Pride is this weekend!  Some friends and I are headed to Chicago's parade on Sunday, which should prove to be tons of fun.

And just today, a friend of mine sent me this article about the recent surge in YA fiction featuring LGBT characters.  Oddly enough, I was recently thinking about this myself.  Today's teens are really lucky to have authors and publishers who are putting out material featuring gay characters.  Just off the top of my head I can think of at least a dozen for tweens and teens that I've read in the past two years that feature homosexual characters.  From Steven Goldman's hilarious Two Parties, One Tux and a Very Short Film About the Grapes of Wrath to Kristin Cashore's Graceling to Patrick Ness' Chaos Walking Trilogy (the third of which is due out this fall!) to David Levithan's Love is the Higher Law, to Amy Ignatow's Popularity Papers, I'm seeing more and more LGBT characters in novels of all genres.  Sometimes it's a main character, sometimes it's a secondary character - a parent, for instance - but more and more, these characters are written as three-dimensional individuals who laugh and love while also dealing with ignorance.  It's so great to see.

And yet (did you sense there was going to be an "And yet?"), I find myself minorly perturbed that in all of the books that come to mind which feature LGBT characters, the characters are always male.  Maybe I'm being purely anecdotal and only reflecting on my personal reading, but where are the lesbians?  While it's true that Heather Has Two Mommies came first, the general sense I get is that male homosexuality is more accepted than female homosexuality.  Gay males are thought of as intelligent, witty, and well-groomed.  Every woman wants a "gay best friend."  But lesbians?  I don't even know, because I feel like they barely exist in literature.  I'd love to see some coming-of-age novels with lesbian characters.  Some edgy action/fantasy/science fiction with a spunky kick-butt lesbian.  Where can I find that?

3 comments:

  1. The main character in Fire by Kristin Cashore is (quietly) bisexual. (Kristin Cashore confirmed this when I wrote to her!)

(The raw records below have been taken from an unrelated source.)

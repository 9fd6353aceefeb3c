/**
 * The same sweep path over a real pseudo-terminal pair (socat, opened with
 * serialport, as a USB-serial instrument would be): the gain-limit point of an
 * inverting −100 stage with GBW 1 MHz is found within 10 % of theory
 * (loop gain 1 where |A| = noise gain 101, DEVELOPERS.md "Theory").
 */
import { afterAll, beforeAll, describe, expect, it } from 'vitest';
import { join } from 'node:path';
import type { RolloffService } from '../../../app/service/service';
import { openServiceAt } from '../../../app/service/open-service';
import type { RunDetail } from '../../../app/contract/contract';
import { invertingGain100, sweepRequest, tempFolder } from './helpers';
import { requireTool } from '../../helpers/required-tool';

const hasSocat = requireTool('socat');

describe.skipIf(!hasSocat)('sweep on the simulated bench over a pseudo-terminal (socat)', () => {
  const folder = tempFolder();
  let service: RolloffService;
  let detail: RunDetail;

  beforeAll(async () => {
    service = await openServiceAt(join(folder.path, 'pty.sqlite'), { maxStimulusVpp: 1, simulatedBench: { timeScale: 50, link: 'pty' } });
    const design = await service.saveDesign(invertingGain100());
    const build = await service.createBuild({ designId: design.id, label: 'serial', notes: '', actualValues: {} });
    await service.startSimulatedBenchForBuild(build.id);
    // Fewer points than the TCP test: a 115200-baud link moves a 4 kB waveform block in ~0.35 s.
    const run = await service.startRun(sweepRequest(build.id, { from: 1e3, to: 1e5, pointsPerDecade: 4 }));
    expect(await service.waitForRun(run.id)).toBe('done');
    detail = await service.getRun(run.id);
  }, 120_000);

  afterAll(async () => {
    await service?.close();
    folder.remove();
  });

  it('talks over serial device paths', () => {
    for (const instrument of detail.bench) expect(instrument.address).toMatch(/^serial:\/\//);
  });

  it('measured gain agrees with theory within 3× its stated uncertainty plus the 0.1 % settling residual', () => {
    const theoryAt = new Map(detail.theory.frequencyHz.map((f, i) => [f, detail.theory.gainDb[i]]));
    const settleResidualDb = 20 * Math.log10(1.001); // plan settle rule leaves e^−6.9 ≈ 0.1 %
    detail.points.stimulus.forEach((f, i) => {
      expect(Math.abs(detail.points.gainDb[i] - theoryAt.get(f)!), `at ${f} Hz`).toBeLessThanOrEqual(3 * detail.points.gainUncertaintyDb[i] + settleResidualDb);
    });
  });

  it('finds the gain-limit point within 10 % of theory', () => {
    expect(Math.abs(detail.figures.gainLimitHz! / detail.theoryGainLimitHz! - 1)).toBeLessThan(0.1);
  });
});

    Sara Ryan's books (Empress of the World, The Rules for Hearts) feature bisexual and lesbian teen ladies (and a bi guy). Wolfcry and Wyvernhail by Amelia Atwater-Rhodes include a lesbian couple, as does The Will of the Empress (which also alludes back in time to a lesbian woman and her bisexual partner). A bunch of short stories by Francesca Lia Block and Emma Donoghue are lesbian-themed, as are about half the stories in Am I Blue?.

    Not contemporary, but Annie on My Mind is one of the best teen love stories out there, period, and it happens to be about two girls. (If you think you've heard that before, that's, er, because I've said it before...)

    That's what I can think of off the top of my head, among YA books with well-developed female gay characters. (I'm leaving out characters mentioned in passing, like the lesbian best friend who appears in about five pages of Valiant by Holly Black.)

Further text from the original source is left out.